About 5.5 million people require emergency food aid, a cholera outbreak – yet to be contained – has killed more than 1,000 people, and independent economists estimate annual inflation is in the http://www.wvwnews.net/story.php?id=4695 of percent.A Z$10 billion (US$20) note was issued on 19 December, although the goods that are available are now generally sold in foreign currency.

“The government has cancelled this year’s Christmas. How do you celebrate this day when you have nothing to eat? This year’s Christmas is for the rich, who can afford to buy from the many foreign currency shops in the country,” Nxumalo said.

Amid the socioeconomic malaise, political talks between Mugabe and Tsvangirai are moribund, and if 42 abducted MDC members are not released or charged by 1 January 2009, the talks will be terminated.

A few shops in Zimbabwe’s second city, Bulawayo, have brought out the fairy lights from previous years, which brighten the streets – when the electricity is working – but they elicit memories of the past, rather than invoke celebrations of the present.

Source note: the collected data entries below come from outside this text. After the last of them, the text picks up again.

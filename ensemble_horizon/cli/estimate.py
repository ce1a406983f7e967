"""The command ``estimate``."""

from __future__ import annotations

import click

from ensemble_horizon.cli.session import common_options, console, progress
from ensemble_horizon.night.briefing import estimate_and_write
from ensemble_horizon.products import limits_table
from ensemble_horizon.settings import read_settings


@click.command("estimate")
@click.argument("config", type=click.Path())
@common_options
def command(config: str, quiet: bool) -> None:
    """Measure spread and growth in the runs that CONFIG names, and place the limits.

    Writes horizons.csv, horizons.nc, horizon_maps.nc and figures/ to the folder that CONFIG
    names, and prints the table of limits, the shortest first.
    """
    settings = read_settings(config)
    with progress(quiet) as bars:
        found, paths = estimate_and_write(settings, bars)
    if quiet:
        return
    screen = console()
    screen.print(limits_table(found.results))
    folder = settings.path(settings.products.folder).resolve()
    screen.print(f"{len(paths)} products in {folder}", highlight=False, soft_wrap=True)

“It’s a case of Christmas was good back then; by this time we used to be all over the city, doing last minute shopping. But there is nothing this year, and some of us will use the day to reflect on how difficult times are now,” Peter Dzvairo, a carpenter, told IRIN.

The baubles, the tinsel and the Christmas trees that signal the start of festive shopping frenzies are as absent as the shoppers, and few people are making the traditional annual journey home to the rural areas.